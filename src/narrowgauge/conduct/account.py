"""From tallies and judgements to the record of an audit."""

from __future__ import annotations

import math

import msgspec
import numpy as np

from narrowgauge.conduct.entries import (
    correction_entry,
    finite,
    interval_fields,
    judged_fields,
    law_entry,
    mean_of,
    mean_se_of,
    raised_entry,
    reference_entry,
    scheme_entry,
    variance_of,
    variance_se_of,
)
from narrowgauge.conduct.plans import allocation_entry, common_plan_entry
from narrowgauge.conduct.run import Outcome
from narrowgauge.conduct.separated import separation_entry
from narrowgauge.conduct.stepcosts import with_costs
from narrowgauge.judge.accumulation import (
    AccumulationFit,
    LawPoint,
    SignalDecay,
    agreement,
    fit,
    sentence,
    signal_decay,
    usable,
)
from narrowgauge.judge.finest import Beyond, FinestLevel, finest_on_ladder, over_quantities
from narrowgauge.judge.gain import Scheme
from narrowgauge.judge.intervals import binomial_upper, jackknife, means, variances
from narrowgauge.judge.schemes import BIAS_SHARE, LEAST_EFFECTIVE_SIZE, budget_levels
from narrowgauge.kernel.arms import Arm
from narrowgauge.kernel.auditfile import AuditFile
from narrowgauge.measure.arms import REFERENCE, arms_of
from narrowgauge.measure.tally import LevelTally
from narrowgauge.record.audit import (
    SCHEMA,
    AccumulationEntry,
    AgreementEntry,
    ArithmeticEntry,
    ArmEntry,
    AuditRecord,
    BestEntry,
    DecidedEntry,
    FinestEntry,
    KernelEntry,
    LevelEntry,
    OrdersEntry,
    QuantityEntry,
    RulesEntry,
    SeparationEntry,
    TelescopingEntry,
    VerdictEntry,
)

__all__ = ["CAUTIONS", "OWN_CAUTION", "account"]

CAUTIONS = (
    "A verdict is evidence, not approval: it holds for means, not for quantiles or nested expectations, of the audited "
    "kernel at the audited parameters, sample and cost table.",
    "The emulation rounds each operation as IEEE-style arithmetic does and does not know a vendor's fused or "
    "approximate instructions.",
    "Results that feed prices, margins, limits, forecasts or safety decisions go through the model validation and "
    "change control that the organisation and its local rules require.",
)

OWN_CAUTION = (
    "The kernel rounds for itself and was taken at its word: the verdict holds for the code, the compiler and the "
    "machine that ran it."
)

_SOUND = 3.3  # standard errors within which the reference's levels must telescope


def account(file: AuditFile, outcome: Outcome, kernel: KernelEntry, provenance: dict[str, object]) -> AuditRecord:
    """Return the record of an audit."""
    file = with_costs(file, outcome.costs)
    names = list(outcome.tallies[0].quantities)
    quantities = {name: _Quantity(file, outcome, name).entry() for name in names}
    finest = {
        arm: over_quantities({name: _finest_of(quantities[name].finest_paying_level[arm]) for name in names})
        for arm in file.narrow
    }
    judged = sorted(outcome.judgements.items())
    sound = all(
        level.telescoping is None or level.telescoping.sound for entry in quantities.values() for level in entry.levels
    )
    own = file.kernel.rounds == "itself"
    return AuditRecord(
        schema=SCHEMA,
        kernel=kernel,
        asked=file.asked(),
        rules=RulesEntry(
            telescoping_se=_SOUND,
            least_effective_size=LEAST_EFFECTIVE_SIZE,
            worthwhile=file.worthwhile,
            bias_share=BIAS_SHARE if file.target is None else file.target.bias_share,
            levels_sharing=budget_levels(file),
        ),
        arms={
            arm.name: ArithmeticEntry(
                format=arm.format,
                rounding="the kernel's own" if own else "nearest",
                subnormals=None if own else "kept",
                fused=None if own else False,
                draws=arm.draws,
                widened=[],
            )
            for arm in map(Arm.named, arms_of(file.arms))
        },
        quantities=quantities,
        verdict=VerdictEntry(
            sound=sound,
            finest_paying_level={
                arm: DecidedEntry(
                    level=one.level,
                    cautious=one.cautious,
                    possible=one.possible,
                    extrapolated=one.extrapolated,
                    reason=one.reason,
                    decided_by=one.decided_by,
                )
                for arm, one in finest.items()
            },
            schemes=[None if one.joint is None else scheme_entry(one.joint) for _, one in judged],
            plan=common_plan_entry(file, outcome),
        ),
        reach=outcome.trial.reach,
        branches=outcome.branches,
        range=outcome.trial.range,
        canary=msgspec.UNSET if outcome.trial.canary is None else outcome.trial.canary,
        costs=outcome.costs or msgspec.UNSET,
        cautions=[OWN_CAUTION if own and caution == CAUTIONS[1] else caution for caution in CAUTIONS],
        provenance=provenance,
        draws=outcome.draws or msgspec.UNSET,
    )


class _Quantity:
    """The account of one quantity."""

    def __init__(self, file: AuditFile, outcome: Outcome, name: str) -> None:
        self._file, self._outcome, self._name = file, outcome, name
        self._levels = sorted(outcome.tallies)
        self._arms = arms_of(file.arms)
        self._views = {level: outcome.judgements[level].views[name] for level in self._levels}

    def entry(self) -> QuantityEntry:
        """Return everything about the quantity."""
        decay = self._decay()
        errors = {arm: self._law(arm, "errors") for arm in self._arms[1:]}
        corrections = {arm: self._law(arm, "corrections") for arm in self._arms[1:]}
        walks = agreement(errors)
        ladder = [(level, self._file.ladder.steps(level)) for level in self._levels]
        by_step = math.log2(self._file.ladder.refinement)  # of a level, which is what the decay is told by
        order = decay.beta / by_step if decay else None
        orders = OrdersEntry(level_variance=finite(order), level_mean=self._mean_order())
        return QuantityEntry(
            levels=[self._level(level) for level in self._levels],
            accumulation={
                arm: AccumulationEntry(
                    error=law_entry(errors[arm]),
                    correction=law_entry(corrections[arm]),
                    sentence=sentence(errors[arm], arm, ladder),
                )
                for arm in errors
                if Arm.named(arm).exact
            },
            agreement=AgreementEntry(agrees=walks["agrees"], spread=finite(walks["spread"]), reason=walks["reason"]),
            orders=orders,
            finest_paying_level={
                arm: self._finest(arm, errors[arm], corrections[arm], decay) for arm in self._file.narrow
            },
            allocation=allocation_entry(self._file, self._outcome, self._name, self._weak_error(orders.level_mean)),
            separation=self._separation(),
        )

    def _tally(self, level: int) -> LevelTally:
        return self._outcome.tallies[level]

    def _level(self, level: int) -> LevelEntry:
        tally, view, ladder = self._tally(level), self._views[level], self._file.ladder
        return LevelEntry(
            level=level,
            steps=ladder.steps(level),
            h=ladder.step_size(level),
            paths=tally.paths,
            blocks=tally.blocks,
            telescoping=self._telescoping(level),
            reference=reference_entry(tally, view),
            arms={arm: self._arm(level, arm) for arm in self._arms},
            corrections={f"{a}:{b}": correction_entry(view, a, b) for a, b in view.tally.corrections},
            best=self._best(level),
        )

    def _telescoping(self, level: int) -> TelescopingEntry | None:
        """Compare the coarse path of this level with the fine path one level below, in the reference."""
        coarse = self._tally(level).quantities[self._name].coarse
        if coarse is None or level == 0:
            return None
        below = self._tally(level - 1).quantities[self._name].values[REFERENCE].moments
        if coarse.total < 2 or below.total < 2:
            return TelescopingEntry(difference=None, se=None, sound=True)
        difference = coarse.average - below.average
        se = math.sqrt(coarse.variance / coarse.total + below.variance / below.total)
        if not math.isfinite(difference + se):  # a variance past float64
            return TelescopingEntry(difference=finite(difference), se=None, sound=True)
        return TelescopingEntry(difference=difference, se=se, sound=abs(difference) <= _SOUND * se)

    def _arm(self, level: int, arm: str) -> ArmEntry:
        tally = self._tally(level)
        series = tally.quantities[self._name]
        raised = tally.raised.get(arm)
        error = series.errors.get(arm)
        difference = series.differences.get(arm)
        nonfinite = max(s.nonfinite for s in (series.values[arm], difference)) if difference is not None else 0
        judged = self._outcome.judgements[level].arms[self._name].get(arm)
        kept = difference.moments.total + difference.nonfinite if difference is not None else 0
        return ArmEntry(
            error_mean=mean_of(error),
            error_mean_se=mean_se_of(error),
            error_variance=variance_of(error),
            error_variance_se=variance_se_of(error),
            level_variance=variance_of(difference),
            level_kurtosis=finite(difference.moments.kurtosis) if difference is not None else None,
            nonfinite=nonfinite,
            nonfinite_bound=binomial_upper(nonfinite, kept, 0.01) if kept else None,
            raised=raised_entry(raised),
            **judged_fields(judged),
        )

    def _best(self, level: int) -> BestEntry | None:
        scheme = self._outcome.judgements[level].best[self._name]
        view = self._views[level]
        if scheme is None:
            return None
        today = Scheme(kind="alone", narrow=self._file.formats.today)
        gain = None
        if today.narrow in view.tally.differences and math.isfinite(view.logarithm(today)[0]):
            gain = view.ratio(scheme, today, self._outcome.alpha)
        return BestEntry(
            kind=scheme.kind,
            narrow=scheme.narrow,
            wide=scheme.wide,
            **interval_fields("gain", gain),
            bias=finite(view.bias(scheme.top, self._outcome.alpha).estimate),
        )

    def _law(self, arm: str, which: str) -> AccumulationFit:
        """Fit the law to the error or to the correction of an arm; E decides which levels are usable for both.

        It is a law of rounding alone: that of an arm with approximate draws is not fitted.
        """
        named = Arm.named(arm)
        if not named.exact:
            return AccumulationFit(reason="approximate draws")
        errors = [p for level in self._levels if (p := self._point(level, arm, "errors")) is not None]
        fine = usable(errors)
        confidence = 1 - self._outcome.alpha
        u = named.form.unit_roundoff
        if which == "errors":
            return fit(fine, u, confidence=confidence)
        points = [p for one in fine if (p := self._point(one.level, arm, "corrections")) is not None]
        return fit(points, u, leave_out_coarsest=True, confidence=confidence)

    def _separation(self) -> SeparationEntry | msgspec.UnsetType:
        if self._file.draws is None:
            return msgspec.UNSET
        tallies = {level: self._tally(level).quantities[self._name] for level in self._levels}
        return separation_entry(self._file, tallies, self._outcome.alpha)

    def _point(self, level: int, arm: str, which: str) -> LawPoint | None:
        tally = self._tally(level).quantities[self._name]
        series = tally.errors.get(arm) if which == "errors" else tally.corrections.get((arm, REFERENCE))
        if series is None or series.nonfinite or series.moments.total < 2:
            return None
        return LawPoint(
            level=level,
            steps=self._file.ladder.steps(level),
            variance=series.moments.variance,
            se=jackknife(variances(series), 0.05).se,
            dof=series.moments.count.size - 1,
            mean=series.moments.average,
            value_variance=tally.values[REFERENCE].moments.variance,
        )

    def _decay(self) -> SignalDecay | None:
        series = {level: self._views[level].tally.differences[REFERENCE] for level in self._levels}
        return signal_decay(
            self._levels,
            [one.moments.variance for one in series.values()],
            [jackknife(variances(one), 0.05).se for one in series.values()],
        )

    def _mean_order(self) -> float | None:
        """Return the order of |mean D_l| in h over the four finest levels, where each mean is known to a half."""
        finest = [level for level in self._levels if level > 0][-4:]
        found = [jackknife(means(self._views[level].tally.differences[REFERENCE]), 0.05) for level in finest]
        if len(finest) < 4 or any(abs(one.estimate) <= 2 * one.se for one in found):
            return None
        logarithms = np.log([abs(one.estimate) for one in found]) / math.log(self._file.ladder.refinement)
        return finite(-float(np.polyfit(finest, logarithms, 1)[0]))

    def _finest(
        self, arm: str, error: AccumulationFit, correction: AccumulationFit, decay: SignalDecay | None
    ) -> FinestEntry:
        last = self._views[self._levels[-1]].tally.values[REFERENCE].moments.variance
        beyond = Beyond(correction=correction, error=error, decay=decay, value_variance=last)
        judged = [self._outcome.judgements[level] for level in self._levels]
        found = finest_on_ladder(judged, self._name, arm, file=self._file, beyond=beyond, alpha=self._outcome.alpha)
        return FinestEntry(
            level=found.level,
            cautious=found.cautious,
            possible=found.possible,
            extrapolated=found.extrapolated,
            reason=found.reason,
        )

    def _weak_error(self, mean_order: float | None) -> float | None:
        """Return |mean D_L| / (M^alpha - 1), what remains of the discretisation beyond the finest level."""
        if mean_order is None or mean_order <= 0:
            return None
        last = self._views[self._levels[-1]].tally.differences[REFERENCE].moments.average
        return finite(abs(last) / (self._file.ladder.refinement**mean_order - 1))


def _finest_of(entry: FinestEntry) -> FinestLevel:
    return FinestLevel(
        level=entry.level,
        cautious=entry.cautious,
        possible=entry.possible,
        extrapolated=entry.extrapolated,
        reason=entry.reason,
    )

TASK DIRECTIONS: Pull every line containing "SeparationEntry" out of the data above.

RESULT BELOW:
    SeparationEntry,
    def _separation(self) -> SeparationEntry | msgspec.UnsetType:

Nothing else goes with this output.